EXERCISE DATA
^^^^^^^^^^^^^^^^
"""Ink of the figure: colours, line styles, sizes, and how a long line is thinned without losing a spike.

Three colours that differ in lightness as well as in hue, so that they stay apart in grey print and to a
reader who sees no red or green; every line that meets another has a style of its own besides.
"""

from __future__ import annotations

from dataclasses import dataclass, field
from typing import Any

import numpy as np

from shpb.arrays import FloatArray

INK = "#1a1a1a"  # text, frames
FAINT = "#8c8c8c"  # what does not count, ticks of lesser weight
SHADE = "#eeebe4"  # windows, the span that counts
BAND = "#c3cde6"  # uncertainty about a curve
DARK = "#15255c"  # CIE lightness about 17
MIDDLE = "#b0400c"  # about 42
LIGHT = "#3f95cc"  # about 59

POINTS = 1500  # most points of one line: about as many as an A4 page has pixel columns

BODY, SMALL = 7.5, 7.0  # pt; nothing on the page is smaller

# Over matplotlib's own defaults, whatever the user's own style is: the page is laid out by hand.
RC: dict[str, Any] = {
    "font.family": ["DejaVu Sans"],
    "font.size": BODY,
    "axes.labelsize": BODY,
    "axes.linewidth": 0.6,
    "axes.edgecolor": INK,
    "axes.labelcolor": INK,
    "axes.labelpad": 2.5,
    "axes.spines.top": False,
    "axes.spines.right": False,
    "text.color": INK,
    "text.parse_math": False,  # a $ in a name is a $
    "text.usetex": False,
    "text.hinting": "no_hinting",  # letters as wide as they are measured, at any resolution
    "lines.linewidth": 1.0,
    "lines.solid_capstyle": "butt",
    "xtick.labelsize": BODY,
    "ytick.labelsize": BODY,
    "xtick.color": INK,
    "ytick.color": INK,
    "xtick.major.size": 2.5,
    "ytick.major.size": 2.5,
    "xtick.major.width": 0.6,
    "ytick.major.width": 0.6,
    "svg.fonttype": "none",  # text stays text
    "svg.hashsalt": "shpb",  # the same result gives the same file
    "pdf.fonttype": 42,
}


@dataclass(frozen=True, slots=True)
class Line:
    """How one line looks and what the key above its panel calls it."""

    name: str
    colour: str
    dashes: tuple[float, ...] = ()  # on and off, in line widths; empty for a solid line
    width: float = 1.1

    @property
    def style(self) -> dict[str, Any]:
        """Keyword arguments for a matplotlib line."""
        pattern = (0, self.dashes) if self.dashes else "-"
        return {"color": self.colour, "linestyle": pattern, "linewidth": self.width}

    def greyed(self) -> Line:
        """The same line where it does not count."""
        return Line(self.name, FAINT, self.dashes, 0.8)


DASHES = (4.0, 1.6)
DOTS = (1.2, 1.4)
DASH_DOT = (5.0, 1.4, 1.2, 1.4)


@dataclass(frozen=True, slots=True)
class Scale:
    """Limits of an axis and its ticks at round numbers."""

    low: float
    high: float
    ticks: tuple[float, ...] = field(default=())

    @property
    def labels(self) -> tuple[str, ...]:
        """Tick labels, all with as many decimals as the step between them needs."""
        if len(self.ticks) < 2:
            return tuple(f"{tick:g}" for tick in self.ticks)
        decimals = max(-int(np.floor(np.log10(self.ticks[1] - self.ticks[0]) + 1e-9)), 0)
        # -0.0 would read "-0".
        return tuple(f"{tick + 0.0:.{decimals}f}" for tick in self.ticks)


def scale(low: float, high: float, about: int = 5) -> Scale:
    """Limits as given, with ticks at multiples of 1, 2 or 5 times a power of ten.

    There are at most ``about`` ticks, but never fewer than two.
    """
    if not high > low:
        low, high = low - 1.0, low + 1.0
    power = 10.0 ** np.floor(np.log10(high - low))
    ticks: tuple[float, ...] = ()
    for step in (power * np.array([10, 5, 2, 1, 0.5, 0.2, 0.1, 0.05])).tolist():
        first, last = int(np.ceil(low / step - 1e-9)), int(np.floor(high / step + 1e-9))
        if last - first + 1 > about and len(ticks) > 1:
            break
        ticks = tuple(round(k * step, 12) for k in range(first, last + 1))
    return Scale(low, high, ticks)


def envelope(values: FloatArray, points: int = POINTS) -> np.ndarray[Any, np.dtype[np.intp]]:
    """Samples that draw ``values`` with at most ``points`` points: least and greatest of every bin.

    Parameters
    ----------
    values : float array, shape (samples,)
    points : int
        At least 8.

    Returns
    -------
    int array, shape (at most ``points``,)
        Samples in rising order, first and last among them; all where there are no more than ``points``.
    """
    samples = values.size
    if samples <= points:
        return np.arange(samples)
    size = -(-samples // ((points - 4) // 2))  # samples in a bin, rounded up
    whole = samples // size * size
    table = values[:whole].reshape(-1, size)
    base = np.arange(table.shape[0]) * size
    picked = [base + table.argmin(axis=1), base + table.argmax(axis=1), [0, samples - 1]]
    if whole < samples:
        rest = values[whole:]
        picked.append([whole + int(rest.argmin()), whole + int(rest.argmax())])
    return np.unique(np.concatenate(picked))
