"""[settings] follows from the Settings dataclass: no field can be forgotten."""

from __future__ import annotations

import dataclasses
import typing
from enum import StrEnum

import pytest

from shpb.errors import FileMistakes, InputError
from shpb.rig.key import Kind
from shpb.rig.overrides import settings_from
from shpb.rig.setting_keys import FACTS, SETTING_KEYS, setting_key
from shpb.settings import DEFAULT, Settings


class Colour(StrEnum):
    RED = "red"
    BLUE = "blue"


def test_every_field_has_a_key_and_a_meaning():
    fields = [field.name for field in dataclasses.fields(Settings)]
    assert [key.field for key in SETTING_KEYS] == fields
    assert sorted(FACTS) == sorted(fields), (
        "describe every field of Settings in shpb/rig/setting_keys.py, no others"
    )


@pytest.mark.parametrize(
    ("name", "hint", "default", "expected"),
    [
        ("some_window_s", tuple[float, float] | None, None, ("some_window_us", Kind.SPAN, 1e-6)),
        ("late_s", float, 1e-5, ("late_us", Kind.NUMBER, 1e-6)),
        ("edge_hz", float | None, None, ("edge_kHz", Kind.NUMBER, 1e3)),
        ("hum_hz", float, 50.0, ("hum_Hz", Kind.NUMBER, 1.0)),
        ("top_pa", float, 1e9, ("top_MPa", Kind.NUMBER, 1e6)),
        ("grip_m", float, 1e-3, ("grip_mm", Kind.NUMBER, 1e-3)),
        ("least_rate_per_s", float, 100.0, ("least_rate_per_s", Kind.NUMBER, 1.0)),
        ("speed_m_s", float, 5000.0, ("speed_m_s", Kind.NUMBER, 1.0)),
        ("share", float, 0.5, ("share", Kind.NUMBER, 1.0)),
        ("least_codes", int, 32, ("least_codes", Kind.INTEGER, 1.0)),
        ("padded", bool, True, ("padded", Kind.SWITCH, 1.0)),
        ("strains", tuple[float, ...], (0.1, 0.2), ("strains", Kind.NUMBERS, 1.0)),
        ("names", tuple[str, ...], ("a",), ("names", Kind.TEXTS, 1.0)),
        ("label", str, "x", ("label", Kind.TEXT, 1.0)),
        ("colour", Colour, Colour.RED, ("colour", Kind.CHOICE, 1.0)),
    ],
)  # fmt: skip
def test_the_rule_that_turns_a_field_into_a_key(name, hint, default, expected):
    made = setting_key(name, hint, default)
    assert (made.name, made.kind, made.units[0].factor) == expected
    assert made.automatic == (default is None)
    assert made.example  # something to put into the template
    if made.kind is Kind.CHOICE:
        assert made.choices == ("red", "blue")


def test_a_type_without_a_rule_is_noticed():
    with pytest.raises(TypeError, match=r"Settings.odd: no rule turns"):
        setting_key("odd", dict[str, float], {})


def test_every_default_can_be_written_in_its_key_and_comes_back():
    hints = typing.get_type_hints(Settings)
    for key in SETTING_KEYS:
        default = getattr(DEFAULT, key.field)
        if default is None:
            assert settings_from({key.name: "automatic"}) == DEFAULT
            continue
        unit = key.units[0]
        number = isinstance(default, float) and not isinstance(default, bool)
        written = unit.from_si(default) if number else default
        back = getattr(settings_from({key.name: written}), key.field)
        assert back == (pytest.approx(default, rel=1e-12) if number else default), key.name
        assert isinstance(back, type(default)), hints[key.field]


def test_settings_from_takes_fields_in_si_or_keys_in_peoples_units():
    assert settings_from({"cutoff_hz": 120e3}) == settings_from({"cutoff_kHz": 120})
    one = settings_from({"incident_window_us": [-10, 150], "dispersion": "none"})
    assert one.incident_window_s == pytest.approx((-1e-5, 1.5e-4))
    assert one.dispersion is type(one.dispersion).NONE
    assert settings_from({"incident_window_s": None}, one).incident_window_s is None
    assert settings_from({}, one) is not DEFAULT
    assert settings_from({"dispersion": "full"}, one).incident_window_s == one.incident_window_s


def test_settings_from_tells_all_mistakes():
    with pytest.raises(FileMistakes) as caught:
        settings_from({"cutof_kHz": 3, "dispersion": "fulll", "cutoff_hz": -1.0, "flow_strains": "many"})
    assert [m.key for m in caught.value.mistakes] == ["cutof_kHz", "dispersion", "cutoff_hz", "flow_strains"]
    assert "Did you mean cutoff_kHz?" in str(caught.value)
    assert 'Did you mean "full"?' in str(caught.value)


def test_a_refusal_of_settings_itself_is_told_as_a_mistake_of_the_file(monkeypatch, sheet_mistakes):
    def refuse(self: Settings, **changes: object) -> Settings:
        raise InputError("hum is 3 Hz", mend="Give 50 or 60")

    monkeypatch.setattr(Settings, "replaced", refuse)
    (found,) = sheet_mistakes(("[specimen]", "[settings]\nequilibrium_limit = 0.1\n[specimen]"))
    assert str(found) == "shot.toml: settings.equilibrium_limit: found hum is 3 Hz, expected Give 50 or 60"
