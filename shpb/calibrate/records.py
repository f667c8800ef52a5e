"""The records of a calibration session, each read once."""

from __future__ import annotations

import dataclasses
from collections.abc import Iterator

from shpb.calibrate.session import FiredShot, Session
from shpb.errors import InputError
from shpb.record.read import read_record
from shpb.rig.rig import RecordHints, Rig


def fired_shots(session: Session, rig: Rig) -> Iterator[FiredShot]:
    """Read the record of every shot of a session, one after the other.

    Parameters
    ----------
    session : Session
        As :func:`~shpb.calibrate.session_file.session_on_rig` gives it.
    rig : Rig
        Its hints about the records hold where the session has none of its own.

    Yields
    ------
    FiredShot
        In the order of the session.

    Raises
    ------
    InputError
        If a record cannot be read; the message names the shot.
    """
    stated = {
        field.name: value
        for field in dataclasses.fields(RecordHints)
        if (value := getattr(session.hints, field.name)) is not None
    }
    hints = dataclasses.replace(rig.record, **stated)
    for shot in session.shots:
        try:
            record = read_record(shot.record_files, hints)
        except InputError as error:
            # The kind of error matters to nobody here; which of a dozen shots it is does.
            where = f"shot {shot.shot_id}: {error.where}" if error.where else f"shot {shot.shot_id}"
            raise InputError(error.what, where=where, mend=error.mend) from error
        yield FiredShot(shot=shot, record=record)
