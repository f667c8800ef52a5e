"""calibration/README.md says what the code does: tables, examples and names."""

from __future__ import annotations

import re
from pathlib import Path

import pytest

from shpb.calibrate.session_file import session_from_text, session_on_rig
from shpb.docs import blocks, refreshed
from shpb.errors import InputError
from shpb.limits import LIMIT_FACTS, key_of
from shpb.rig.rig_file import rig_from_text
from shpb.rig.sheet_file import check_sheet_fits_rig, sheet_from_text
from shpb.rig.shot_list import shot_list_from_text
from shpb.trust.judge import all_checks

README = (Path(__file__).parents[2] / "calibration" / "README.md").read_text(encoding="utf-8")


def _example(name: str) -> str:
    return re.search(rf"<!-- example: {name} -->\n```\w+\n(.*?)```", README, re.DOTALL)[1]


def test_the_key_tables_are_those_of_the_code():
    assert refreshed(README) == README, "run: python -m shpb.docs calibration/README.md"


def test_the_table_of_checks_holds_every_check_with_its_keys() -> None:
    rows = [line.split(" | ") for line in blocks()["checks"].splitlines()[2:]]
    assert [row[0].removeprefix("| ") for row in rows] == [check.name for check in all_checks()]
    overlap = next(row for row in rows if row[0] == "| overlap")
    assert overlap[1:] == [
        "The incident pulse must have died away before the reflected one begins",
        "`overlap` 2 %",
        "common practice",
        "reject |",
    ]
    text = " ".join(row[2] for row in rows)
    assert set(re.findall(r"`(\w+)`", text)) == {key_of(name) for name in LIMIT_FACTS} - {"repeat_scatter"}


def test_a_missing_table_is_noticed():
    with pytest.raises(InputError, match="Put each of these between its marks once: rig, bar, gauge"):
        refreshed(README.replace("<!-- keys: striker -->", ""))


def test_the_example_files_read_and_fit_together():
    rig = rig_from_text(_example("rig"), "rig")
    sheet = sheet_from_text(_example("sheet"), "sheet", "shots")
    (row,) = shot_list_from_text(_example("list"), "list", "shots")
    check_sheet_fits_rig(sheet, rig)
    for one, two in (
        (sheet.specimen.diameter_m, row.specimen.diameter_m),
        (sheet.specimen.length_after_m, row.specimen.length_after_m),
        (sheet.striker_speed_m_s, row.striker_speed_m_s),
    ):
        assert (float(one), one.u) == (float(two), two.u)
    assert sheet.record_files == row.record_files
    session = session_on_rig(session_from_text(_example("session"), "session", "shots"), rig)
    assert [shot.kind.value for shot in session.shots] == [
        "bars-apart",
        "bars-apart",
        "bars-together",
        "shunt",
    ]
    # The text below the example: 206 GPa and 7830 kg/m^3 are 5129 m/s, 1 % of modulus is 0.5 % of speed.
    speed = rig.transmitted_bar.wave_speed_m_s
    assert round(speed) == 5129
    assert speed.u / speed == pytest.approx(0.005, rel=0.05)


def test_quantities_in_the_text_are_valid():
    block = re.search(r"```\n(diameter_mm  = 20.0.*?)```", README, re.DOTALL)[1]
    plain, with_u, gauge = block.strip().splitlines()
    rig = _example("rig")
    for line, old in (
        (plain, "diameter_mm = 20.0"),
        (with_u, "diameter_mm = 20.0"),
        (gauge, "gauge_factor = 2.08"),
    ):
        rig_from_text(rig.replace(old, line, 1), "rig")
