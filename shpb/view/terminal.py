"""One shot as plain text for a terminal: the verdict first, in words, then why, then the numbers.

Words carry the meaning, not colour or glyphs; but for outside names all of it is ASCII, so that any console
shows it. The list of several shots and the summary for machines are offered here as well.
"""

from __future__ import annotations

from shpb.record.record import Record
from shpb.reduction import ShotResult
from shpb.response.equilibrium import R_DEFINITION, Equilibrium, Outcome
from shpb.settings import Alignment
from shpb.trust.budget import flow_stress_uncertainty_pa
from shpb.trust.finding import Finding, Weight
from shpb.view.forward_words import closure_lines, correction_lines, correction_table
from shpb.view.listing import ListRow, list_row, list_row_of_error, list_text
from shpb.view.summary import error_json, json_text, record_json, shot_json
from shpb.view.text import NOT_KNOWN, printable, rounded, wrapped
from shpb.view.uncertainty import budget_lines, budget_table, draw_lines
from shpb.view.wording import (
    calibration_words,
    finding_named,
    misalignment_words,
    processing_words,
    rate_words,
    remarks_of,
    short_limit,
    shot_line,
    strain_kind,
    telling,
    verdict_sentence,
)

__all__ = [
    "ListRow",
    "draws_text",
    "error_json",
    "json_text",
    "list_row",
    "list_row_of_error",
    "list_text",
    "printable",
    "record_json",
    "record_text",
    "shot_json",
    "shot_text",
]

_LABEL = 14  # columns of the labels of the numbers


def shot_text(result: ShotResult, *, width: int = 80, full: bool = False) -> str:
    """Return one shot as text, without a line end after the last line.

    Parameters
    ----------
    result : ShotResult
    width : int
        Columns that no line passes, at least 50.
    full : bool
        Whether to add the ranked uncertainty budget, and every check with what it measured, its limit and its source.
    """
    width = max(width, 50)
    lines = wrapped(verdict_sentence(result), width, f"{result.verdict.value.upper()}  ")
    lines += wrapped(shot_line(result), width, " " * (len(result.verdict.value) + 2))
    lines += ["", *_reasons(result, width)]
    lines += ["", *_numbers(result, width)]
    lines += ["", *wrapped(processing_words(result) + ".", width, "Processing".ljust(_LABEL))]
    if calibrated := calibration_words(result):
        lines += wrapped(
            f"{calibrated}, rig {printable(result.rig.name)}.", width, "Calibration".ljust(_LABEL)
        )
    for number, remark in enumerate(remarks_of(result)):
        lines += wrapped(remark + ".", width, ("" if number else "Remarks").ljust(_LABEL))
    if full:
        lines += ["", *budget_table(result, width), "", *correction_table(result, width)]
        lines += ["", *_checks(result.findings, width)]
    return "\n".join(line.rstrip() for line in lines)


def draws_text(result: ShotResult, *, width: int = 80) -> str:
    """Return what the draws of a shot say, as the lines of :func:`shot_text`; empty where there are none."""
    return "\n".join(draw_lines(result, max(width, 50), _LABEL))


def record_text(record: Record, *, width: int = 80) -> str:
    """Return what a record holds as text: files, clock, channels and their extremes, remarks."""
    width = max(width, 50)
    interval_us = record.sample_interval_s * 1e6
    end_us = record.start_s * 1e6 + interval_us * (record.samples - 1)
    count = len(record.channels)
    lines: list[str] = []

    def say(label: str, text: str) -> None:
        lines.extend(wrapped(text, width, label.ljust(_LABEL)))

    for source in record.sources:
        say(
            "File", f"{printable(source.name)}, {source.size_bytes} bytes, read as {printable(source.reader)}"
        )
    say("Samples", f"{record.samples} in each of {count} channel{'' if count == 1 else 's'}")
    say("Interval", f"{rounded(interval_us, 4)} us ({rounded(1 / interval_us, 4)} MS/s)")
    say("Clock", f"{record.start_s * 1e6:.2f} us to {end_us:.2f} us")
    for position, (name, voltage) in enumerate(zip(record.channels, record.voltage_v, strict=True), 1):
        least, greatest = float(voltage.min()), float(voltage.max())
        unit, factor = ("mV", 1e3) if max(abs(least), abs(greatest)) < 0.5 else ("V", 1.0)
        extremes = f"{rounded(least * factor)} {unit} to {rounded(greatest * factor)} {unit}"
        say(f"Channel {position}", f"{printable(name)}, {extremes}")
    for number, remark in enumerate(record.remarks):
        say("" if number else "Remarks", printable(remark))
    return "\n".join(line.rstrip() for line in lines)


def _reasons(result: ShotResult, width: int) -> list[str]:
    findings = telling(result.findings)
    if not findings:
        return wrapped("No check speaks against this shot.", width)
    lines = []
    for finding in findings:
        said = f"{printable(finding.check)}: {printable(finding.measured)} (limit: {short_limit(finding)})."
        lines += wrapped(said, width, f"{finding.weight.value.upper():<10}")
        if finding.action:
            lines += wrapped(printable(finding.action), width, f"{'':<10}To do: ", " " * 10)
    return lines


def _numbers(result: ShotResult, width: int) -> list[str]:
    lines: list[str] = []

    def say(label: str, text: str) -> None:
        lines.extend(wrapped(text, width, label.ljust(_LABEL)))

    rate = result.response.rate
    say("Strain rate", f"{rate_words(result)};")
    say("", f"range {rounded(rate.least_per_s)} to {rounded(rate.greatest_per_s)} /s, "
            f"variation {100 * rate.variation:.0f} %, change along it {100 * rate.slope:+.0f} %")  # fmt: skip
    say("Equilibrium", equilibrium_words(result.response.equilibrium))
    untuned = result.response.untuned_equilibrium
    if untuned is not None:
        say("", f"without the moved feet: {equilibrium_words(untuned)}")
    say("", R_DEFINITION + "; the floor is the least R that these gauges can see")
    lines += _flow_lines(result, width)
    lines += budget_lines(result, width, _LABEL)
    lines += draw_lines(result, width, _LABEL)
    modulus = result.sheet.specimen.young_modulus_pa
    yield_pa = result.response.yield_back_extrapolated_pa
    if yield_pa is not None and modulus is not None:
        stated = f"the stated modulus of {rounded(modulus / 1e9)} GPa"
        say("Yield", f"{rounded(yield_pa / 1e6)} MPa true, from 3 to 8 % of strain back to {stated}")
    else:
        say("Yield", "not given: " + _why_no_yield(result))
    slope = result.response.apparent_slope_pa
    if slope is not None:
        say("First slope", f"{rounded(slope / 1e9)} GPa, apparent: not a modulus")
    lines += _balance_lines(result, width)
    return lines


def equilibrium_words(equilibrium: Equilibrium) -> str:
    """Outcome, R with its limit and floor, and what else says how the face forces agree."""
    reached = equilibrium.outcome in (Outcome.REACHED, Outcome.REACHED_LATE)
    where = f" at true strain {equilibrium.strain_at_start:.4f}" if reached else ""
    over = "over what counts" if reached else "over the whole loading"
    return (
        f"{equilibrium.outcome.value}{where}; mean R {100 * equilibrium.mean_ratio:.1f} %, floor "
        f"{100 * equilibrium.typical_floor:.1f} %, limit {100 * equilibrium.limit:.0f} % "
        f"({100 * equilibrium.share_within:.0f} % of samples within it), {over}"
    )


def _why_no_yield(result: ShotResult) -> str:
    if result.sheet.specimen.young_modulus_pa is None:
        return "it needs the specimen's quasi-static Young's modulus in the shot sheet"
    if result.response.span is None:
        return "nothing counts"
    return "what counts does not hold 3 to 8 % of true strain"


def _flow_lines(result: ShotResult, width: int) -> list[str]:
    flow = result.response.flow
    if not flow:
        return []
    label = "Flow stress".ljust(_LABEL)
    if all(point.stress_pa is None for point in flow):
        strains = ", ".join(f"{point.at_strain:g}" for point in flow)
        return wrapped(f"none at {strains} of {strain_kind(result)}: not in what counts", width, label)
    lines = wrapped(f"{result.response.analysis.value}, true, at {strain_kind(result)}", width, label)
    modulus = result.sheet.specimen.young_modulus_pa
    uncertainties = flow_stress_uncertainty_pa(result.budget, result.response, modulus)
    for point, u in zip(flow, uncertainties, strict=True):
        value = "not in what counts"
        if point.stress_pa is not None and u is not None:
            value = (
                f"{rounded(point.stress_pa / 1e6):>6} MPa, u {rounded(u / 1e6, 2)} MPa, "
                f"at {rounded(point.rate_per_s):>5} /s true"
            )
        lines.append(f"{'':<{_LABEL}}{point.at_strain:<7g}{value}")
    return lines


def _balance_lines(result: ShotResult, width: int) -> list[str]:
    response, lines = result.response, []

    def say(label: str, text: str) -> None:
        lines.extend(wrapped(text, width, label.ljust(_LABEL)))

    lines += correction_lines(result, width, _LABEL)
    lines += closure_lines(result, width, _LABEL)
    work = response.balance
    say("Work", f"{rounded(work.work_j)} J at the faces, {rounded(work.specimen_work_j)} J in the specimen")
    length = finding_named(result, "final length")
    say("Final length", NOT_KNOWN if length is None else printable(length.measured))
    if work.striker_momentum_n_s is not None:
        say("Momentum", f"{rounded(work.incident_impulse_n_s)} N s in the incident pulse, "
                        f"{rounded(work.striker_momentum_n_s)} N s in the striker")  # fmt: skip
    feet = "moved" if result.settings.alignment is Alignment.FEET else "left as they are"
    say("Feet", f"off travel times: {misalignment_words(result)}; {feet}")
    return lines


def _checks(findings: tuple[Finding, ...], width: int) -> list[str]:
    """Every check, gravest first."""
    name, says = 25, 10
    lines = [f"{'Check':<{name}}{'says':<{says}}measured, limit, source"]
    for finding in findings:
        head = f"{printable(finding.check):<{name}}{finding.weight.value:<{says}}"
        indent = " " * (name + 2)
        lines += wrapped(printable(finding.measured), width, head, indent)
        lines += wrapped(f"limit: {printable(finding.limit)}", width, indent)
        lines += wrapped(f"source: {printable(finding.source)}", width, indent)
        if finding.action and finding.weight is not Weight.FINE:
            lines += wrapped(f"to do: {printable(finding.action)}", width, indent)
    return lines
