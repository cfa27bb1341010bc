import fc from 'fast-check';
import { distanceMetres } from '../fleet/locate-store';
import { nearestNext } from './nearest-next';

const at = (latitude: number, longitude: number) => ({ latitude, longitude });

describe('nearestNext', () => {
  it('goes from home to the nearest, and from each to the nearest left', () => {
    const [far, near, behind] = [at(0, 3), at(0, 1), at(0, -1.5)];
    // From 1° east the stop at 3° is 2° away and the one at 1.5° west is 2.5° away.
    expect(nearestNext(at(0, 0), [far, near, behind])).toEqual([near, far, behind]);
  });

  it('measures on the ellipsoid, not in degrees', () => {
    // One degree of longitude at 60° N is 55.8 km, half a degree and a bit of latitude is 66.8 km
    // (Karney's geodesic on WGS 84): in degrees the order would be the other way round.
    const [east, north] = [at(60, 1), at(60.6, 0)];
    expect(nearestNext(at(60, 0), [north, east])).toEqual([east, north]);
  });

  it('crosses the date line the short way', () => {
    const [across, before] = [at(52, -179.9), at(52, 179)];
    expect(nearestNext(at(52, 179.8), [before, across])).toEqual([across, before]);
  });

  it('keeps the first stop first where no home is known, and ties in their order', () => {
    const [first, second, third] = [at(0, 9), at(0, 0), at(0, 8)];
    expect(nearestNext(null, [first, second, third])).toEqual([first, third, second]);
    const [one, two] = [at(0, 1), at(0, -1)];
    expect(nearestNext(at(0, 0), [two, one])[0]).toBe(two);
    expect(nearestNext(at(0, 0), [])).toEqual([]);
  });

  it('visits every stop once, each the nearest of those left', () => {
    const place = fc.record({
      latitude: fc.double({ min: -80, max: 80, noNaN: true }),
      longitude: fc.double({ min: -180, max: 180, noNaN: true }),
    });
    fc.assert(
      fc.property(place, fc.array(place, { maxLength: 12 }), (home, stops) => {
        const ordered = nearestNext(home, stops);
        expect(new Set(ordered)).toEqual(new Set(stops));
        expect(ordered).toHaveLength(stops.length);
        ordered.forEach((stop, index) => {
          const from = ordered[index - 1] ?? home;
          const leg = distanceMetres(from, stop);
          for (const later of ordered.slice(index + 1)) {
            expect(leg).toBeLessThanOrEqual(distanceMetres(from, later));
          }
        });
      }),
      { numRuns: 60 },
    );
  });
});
^^^^^^^^^^^^^^^^
EXERCISE BRIEF
Only one stretch of the entries above is wanted: the lines from the one containing "for field in dataclasses.fields(RecordHints)" through the one containing "except InputError as". Please reproduce it exactly.

ANSWER BOX
        for field in dataclasses.fields(RecordHints)
        if (value := getattr(session.hints, field.name)) is not None
    }
    hints = dataclasses.replace(rig.record, **stated)
    for shot in session.shots:
        try:
            record = read_record(shot.record_files, hints)
        except InputError as error:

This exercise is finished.